Ministerie van Landbouw, Natuurbeheer en Visserij

De Voorzitter van de Tweede Kamer der Staten-Generaal
Postbus 20018
2500 EA Den Haag
uw brief van

uw kenmerk

ons kenmerk
Viss. 2003/1526
datum
28-02-2003

onderwerp
Zeevisserijvloot
TRC 2003/1612)

bijlagen

Geachte Voorzitter,

Met deze brief informeer ik u over aanvullende maatregelen die ik getroffen heb om uitvoering te geven aan Europese verplichtingen ter regulering van de omvang van de zeevisserijvloot. De hiertoe gewijzigde regelingen zijn heden, vrijdag 28 februari, in de Staatscourant gepubliceerd en op gelijke datum in werking getreden.

datum
28-02-2003

kenmerk
Viss. 2003/1526

bijlage

De Raad van Visserijministers heeft in december jl. besloten tot een herziening van het Gemeenschappelijk Visserijbeleid (GVB). Een belangrijk onderdeel vormde het 'vlootstructuurbeleid'. De Raad heeft besloten het systeem van de Meerjarige Oriëntatieprogramma's (MOP's), die een gedwongen reductie van de vlootcapaciteit beoogden, los te laten. In plaats hiervan komt een minder complex systeem dat hoewel nog niet in detail uitgewerkt, wel als belangrijkste element zal kennen dat de capaciteit van de vloot niet mag toenemen. De basisverordening voor het GVB schrijft hiertoe voor dat voorafgaand aan het toelaten van een nieuw vaartuig in de vloot er eerst minimaal evenveel capaciteit aan de vloot dient te zijn onttrokken. Dit strikte entry-exit systeem is vanaf 1 januari jl. verplicht gesteld.

De basis van het vlootregulerend systeem wordt in Nederland gevormd door een stelsel van licenties. De eigenaar van het vaartuig dient over een licentie te beschikken om bedrijfsmatig de visserij te mogen uitoefenen.
Licenties zijn niet onlosmakelijk aan één vaartuig verbonden maar zijn eigendom van de ondernemer en tevens vrij overdraagbaar, splitsbaar (en samen te voegen), en reserveerbaar. De licentie geldt voor een specifiek vermelde hoeveelheid capaciteit, zijnde de omvang (bruto-tonnage) en motorvermogen (kilowatt) van een vaartuig.
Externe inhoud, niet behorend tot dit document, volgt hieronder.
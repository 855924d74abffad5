import { and, desc, eq, gt, isNotNull, isNull, sql } from "drizzle-orm";
import { ZodError } from "zod";
import { emptyLifeCycle, LIFE_CYCLE_SCHEMA_VERSION, LifeCycleUpgradeError, upgradeLifeCycle, type LifeCycle } from "../../shared/lifecycle";
import {
  DELETED_LIFE_CYCLE_DAYS,
  type DeletedLifeCycle,
  type LifeCycleCreate,
  type LifeCycleRecord,
  type LifeCycleSummary,
} from "../../shared/schemas/life-cycles";
import type { Db, DbOrTx } from "../db/client";
import { lifeCycles, users } from "../db/schema";
import { badRequest, conflict, notFound, zodFields } from "../http/errors";
import { faultPoint } from "../testing/fault-point";
import { recordEvent } from "./audit";

type Row = typeof lifeCycles.$inferSelect & { updatedByName: string | null };

const summary = (r: Row): LifeCycleSummary => ({
  id: r.id,
  studyId: r.studyId,
  name: r.name,
  version: r.version,
  stageCount: (r.document as LifeCycle).stages.length,
  updatedAt: r.updatedAt.toISOString(),
  updatedBy: r.updatedByName,
});

/**
 * Reads a life-cycle document from a request (any supported format version);
 * problems become a 400 whose field paths start at `document`.
 */
export function parseDocument(raw: unknown, field = "document"): LifeCycle {
  try {
    return upgradeLifeCycle(raw);
  } catch (err) {
    if (err instanceof ZodError) {
      const fields = zodFields(err).map((f) => ({ ...f, path: f.path === "(body)" ? field : `${field}.${f.path}` }));
      throw badRequest(`${fields[0]!.path}: ${fields[0]!.message}`, fields);
    }
    if (err instanceof LifeCycleUpgradeError) throw badRequest(err.message, [{ path: `${field}.stagewright`, message: err.message }]);
    throw err;
  }
}

const selectRows = (db: DbOrTx) =>
  db
    .select({ lc: lifeCycles, updatedByName: users.name })
    .from(lifeCycles)
    .leftJoin(users, eq(users.id, lifeCycles.updatedBy));

/** The Study a (not deleted) life cycle belongs to, for the role check; null when there is none. */
export async function studyOfLifeCycle(db: Db, lifeCycleId: string, options: { deleted?: boolean } = {}): Promise<string | null> {
  const [r] = await db
    .select({ studyId: lifeCycles.studyId })
    .from(lifeCycles)
    .where(and(eq(lifeCycles.id, lifeCycleId), options.deleted ? isNotNull(lifeCycles.deletedAt) : isNull(lifeCycles.deletedAt)));
  return r?.studyId ?? null;
}

export async function listLifeCycles(db: Db, studyId: string): Promise<LifeCycleSummary[]> {
  const rows = await selectRows(db)
    .where(and(eq(lifeCycles.studyId, studyId), isNull(lifeCycles.deletedAt)))
    .orderBy(desc(lifeCycles.updatedAt));
  return rows.map((r) => summary({ ...r.lc, updatedByName: r.updatedByName }));
}

/** Stored documents are upgraded on read, so ones saved by older builds open in this one. */
export async function getLifeCycle(db: DbOrTx, id: string): Promise<LifeCycleRecord> {
  const [r] = await selectRows(db).where(and(eq(lifeCycles.id, id), isNull(lifeCycles.deletedAt)));
  if (!r) throw notFound("No such life cycle.");
  return { ...summary({ ...r.lc, updatedByName: r.updatedByName }), document: upgradeLifeCycle(r.lc.document) };
}

export async function insertLifeCycle(tx: DbOrTx, studyId: string, userId: string, document: LifeCycle, how: string): Promise<LifeCycleRecord> {
  const [row] = await tx
    .insert(lifeCycles)
    .values({ studyId, name: document.name, document, schemaVersion: LIFE_CYCLE_SCHEMA_VERSION, createdBy: userId, updatedBy: userId })
    .returning();
  await recordEvent(tx, { studyId, actorId: userId, action: "life_cycle.created", summary: `${how} the life cycle “${document.name}”`, details: { lifeCycleId: row!.id } });
  return getLifeCycle(tx, row!.id);
}

export async function createLifeCycle(db: Db, studyId: string, userId: string, input: LifeCycleCreate): Promise<LifeCycleRecord> {
  const document = "document" in input ? parseDocument(input.document) : emptyLifeCycle(input.name);
  return db.transaction((tx) => insertLifeCycle(tx, studyId, userId, document, "document" in input ? "imported" : "created"));
}

export async function duplicateLifeCycle(db: Db, id: string, userId: string, name?: string): Promise<LifeCycleRecord> {
  return db.transaction(async (tx) => {
    const source = await getLifeCycle(tx, id);
    const document = { ...source.document, name: name ?? `${source.document.name} (copy)` };
    return insertLifeCycle(tx, source.studyId, userId, document, `duplicated “${source.name}” as`);
  });
}

/**
 * Writes a whole document if nobody saved since `version`; otherwise 409 with
 * the current state, so nothing is overwritten silently. Runs in the caller's transaction.
 */
export async function saveDocument(tx: DbOrTx, id: string, userId: string, version: number, document: LifeCycle, what = "saved"): Promise<void> {
  const [row] = await tx
    .update(lifeCycles)
    .set({ name: document.name, document, schemaVersion: LIFE_CYCLE_SCHEMA_VERSION, version: sql`${lifeCycles.version} + 1`, updatedBy: userId, updatedAt: new Date() })
    .where(and(eq(lifeCycles.id, id), eq(lifeCycles.version, version), isNull(lifeCycles.deletedAt)))
    .returning();
  if (!row) {
    const current = await getLifeCycle(tx, id);
    throw conflict(
      `Someone else saved this life cycle after you opened it (you had version ${version}; it is now version ${current.version}${current.updatedBy ? `, by ${current.updatedBy}` : ""}). Reload to see their change, or keep yours as a copy.`,
      { current },
    );
  }
  await faultPoint("life-cycle-save:mid-transaction");
  await recordEvent(tx, { studyId: row.studyId, actorId: userId, action: "life_cycle.updated", summary: `${what} the life cycle “${document.name}” (version ${row.version})`, details: { lifeCycleId: id, version: row.version } });
}

export async function updateLifeCycle(db: Db, id: string, userId: string, version: number, rawDocument: unknown): Promise<LifeCycleRecord> {
  const document = parseDocument(rawDocument);
  const saved = await db.transaction(async (tx) => {
    await saveDocument(tx, id, userId, version, document);
    return getLifeCycle(tx, id);
  });
  await faultPoint("life-cycle-save:after-commit");
  return saved;
}

export async function deleteLifeCycle(db: Db, id: string, userId: string): Promise<void> {
  await db.transaction(async (tx) => {
    const [row] = await tx
      .update(lifeCycles)
      .set({ deletedAt: new Date(), deletedBy: userId })
      .where(and(eq(lifeCycles.id, id), isNull(lifeCycles.deletedAt)))
      .returning();
    if (!row) throw notFound("No such life cycle.");
    await recordEvent(tx, { studyId: row.studyId, actorId: userId, action: "life_cycle.deleted", summary: `deleted the life cycle “${row.name}” (recoverable for ${DELETED_LIFE_CYCLE_DAYS} days)`, details: { lifeCycleId: id } });
  });
}

const recoverableSince = () => new Date(Date.now() - DELETED_LIFE_CYCLE_DAYS * 86_400_000);

export async function listDeletedLifeCycles(db: Db, studyId: string): Promise<DeletedLifeCycle[]> {
  const rows = await db
    .select({ id: lifeCycles.id, name: lifeCycles.name, deletedAt: lifeCycles.deletedAt, deletedBy: users.name })
    .from(lifeCycles)
    .leftJoin(users, eq(users.id, lifeCycles.deletedBy))
    .where(and(eq(lifeCycles.studyId, studyId), gt(lifeCycles.deletedAt, recoverableSince())))
    .orderBy(desc(lifeCycles.deletedAt));
  return rows.map((r) => ({
    id: r.id,
    name: r.name,
    deletedAt: r.deletedAt!.toISOString(),
    deletedBy: r.deletedBy,
    recoverableUntil: new Date(r.deletedAt!.getTime() + DELETED_LIFE_CYCLE_DAYS * 86_400_000).toISOString(),
  }));
}

export async function restoreDeletedLifeCycle(db: Db, id: string, userId: string): Promise<LifeCycleRecord> {
  return db.transaction(async (tx) => {
    const [row] = await tx
      .update(lifeCycles)
      .set({ deletedAt: null, deletedBy: null })
      .where(and(eq(lifeCycles.id, id), gt(lifeCycles.deletedAt, recoverableSince())))
      .returning();
    if (!row) throw notFound("No deleted life cycle with that id can be restored (it may be older than the recovery period).");
    await recordEvent(tx, { studyId: row.studyId, actorId: userId, action: "life_cycle.restored", summary: `restored the deleted life cycle “${row.name}”`, details: { lifeCycleId: id } });
    return getLifeCycle(tx, id);
  });
}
In het licentiestelsel bestaat de mogelijkheid van het reserveren van licenties door de eigenaar. Ze zijn dan niet gerelateerd aan een vaartuig maar geven de eigenaar wel het recht om binnen een termijn van één jaar op elk moment een vaartuig in bedrijf te nemen. Op basis van deze licentie wordt bij het in de vaart nemen van een vaartuig de EU-visvergunning toegekend en het vaartuig opgenomen in het visserijregister. Daarmee is feitelijk sprake van een duaal systeem van vlootregulering bestaande uit enerzijds de nationale licenties en anderzijds de toekenning van de EU-visvergunningen.
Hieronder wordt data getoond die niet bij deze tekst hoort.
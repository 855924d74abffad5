import { eq } from "drizzle-orm";
import type { PasswordChange, ProfileUpdate, SignUp } from "../../shared/schemas/auth";
import type { SessionUser } from "../auth/types";
import { dummyPasswordHash, hashPassword, verifyPassword } from "../auth/secrets";
import type { Db, DbOrTx } from "../db/client";
import { users } from "../db/schema";
import { badRequest, HttpError } from "../http/errors";
import { isUniqueViolation } from "../db/errors";

const publicUser = (u: { id: string; name: string; email: string }): SessionUser => ({ id: u.id, name: u.name, email: u.email });

export async function findUserById(db: DbOrTx, id: string): Promise<SessionUser | null> {
  const [u] = await db.select().from(users).where(eq(users.id, id));
  return u ? publicUser(u) : null;
}

export async function findUserByEmail(db: DbOrTx, email: string): Promise<SessionUser | null> {
  const [u] = await db.select().from(users).where(eq(users.email, email));
  return u ? publicUser(u) : null;
}

export async function createUser(db: DbOrTx, input: Pick<SignUp, "name" | "email" | "password">): Promise<SessionUser> {
  return insertUser(db, { name: input.name, email: input.email, passwordHash: await hashPassword(input.password) });
}

/**
 * Adds an account. Only called once the address has proved to be the
 * person's (an e-mailed link), so saying that it is taken reveals nothing new.
 */
export async function insertUser(db: DbOrTx, input: { name: string; email: string; passwordHash: string }): Promise<SessionUser> {
  try {
    const [u] = await db.insert(users).values(input).returning();
    return publicUser(u!);
  } catch (err) {
    if (isUniqueViolation(err)) {
      throw new HttpError(409, "You already have an account with this e-mail address. Sign in, or reset your password if you forgot it.", "conflict", [
        { path: "email", message: "Sign in or reset your password instead." },
      ]);
    }
    throw err;
  }
}

/** Returns the user when the password matches; null otherwise, in about the same time either way. */
export async function verifyCredentials(db: Db, email: string, password: string): Promise<SessionUser | null> {
  const [u] = await db.select().from(users).where(eq(users.email, email));
  if (!u) {
    await verifyPassword(await dummyPasswordHash(), password);
    return null;
  }
  return (await verifyPassword(u.passwordHash, password)) ? publicUser(u) : null;
}

export async function updateProfile(db: Db, userId: string, input: ProfileUpdate): Promise<SessionUser> {
  const [u] = await db.update(users).set({ name: input.name }).where(eq(users.id, userId)).returning();
  return publicUser(u!);
}

export async function changePassword(db: Db, userId: string, input: PasswordChange): Promise<void> {
  const [u] = await db.select().from(users).where(eq(users.id, userId));
  if (!u || !(await verifyPassword(u.passwordHash, input.currentPassword))) {
    throw badRequest("The current password is wrong.", [{ path: "currentPassword", message: "The current password is wrong." }]);
  }
  await setPassword(db, userId, input.newPassword);
}

export async function setPassword(db: DbOrTx, userId: string, password: string): Promise<void> {
  await db.update(users).set({ passwordHash: await hashPassword(password) }).where(eq(users.id, userId));
}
Het bestaan van 'gereserveerde licenties' creëert reële risico's dat de Nederlandse overheid niet in staat zal zijn te voldoen aan de communautaire verplichting dat de varende capaciteit van de vloot niet mag toenemen.
De Europese Commissie heeft meermaals op dit risico gewezen. Zij benadrukt dat het nationale licentiestelsel in zijn huidige vorm de Nederlandse autoriteiten onvoldoende in staat stelt om onttrekkingen en toevoegingen aan de vloot in overeenstemming met het GVB te reguleren. Op elk moment kan een houder van gereserveerde licenties onder het huidige systeem een vaartuig in de vaart brengen. Ook als niet eerst capaciteit is uitgenomen.

Met het oog hierop heb ik besloten dat de huidige gereserveerde licenties niet meer geactiveerd kunnen worden. Voor de afzonderlijke vlootsegmenten die vallen onder het licentiestelsel varieert dit qua omvang van circa 1% tot 8% van de huidige varende capaciteit.

Tevens heb ik besloten het huidige duale systeem voor 1-1-2004 om te bouwen naar een éénduidig EU-conform systeem. Het systeem van nationale licenties zal daarmee worden beëindigd. Dit is volledig in lijn met het streven naar vereenvoudiging van regelgeving, EU-conformiteit en het beperken van de administratieve lastendruk. Bij deze afweging heeft tevens een rol gespeeld dat de Europese Commissie ook ten aanzien van een andere consequentie van het Nederlandse licentiestelsel bezwaren heeft geuit. Dit betreft het kenmerk dat hier sprake is van een kapitaalgenererend systeem, dat op gespannen voet staat met de mededingingsbeginselen. Dit uit zich met name in de naar communautaire maatstaven zeer hoge bedragen die in Nederland met publieke middelen betaald moeten worden bij de uitkoop (sanering) van vaartuigen.

Overgangsmaatregelen
Om kapitaalvernietiging te voorkomen zal er sprake zijn van een overgangsregime. Gereserveerde licenties waarvoor onomkeerbare verplichtingen zijn aangegaan en waarbij aangetoond kan worden dat op 28 februari de kiel reeds gelegd is, zullen nog in gebruik kunnen worden genomen. Ondernemers die aan deze voorwaarde voldoen moeten zich vóór 1 april 2003 melden bij het ministerie van Landbouw, Natuurbeheer en Visserij.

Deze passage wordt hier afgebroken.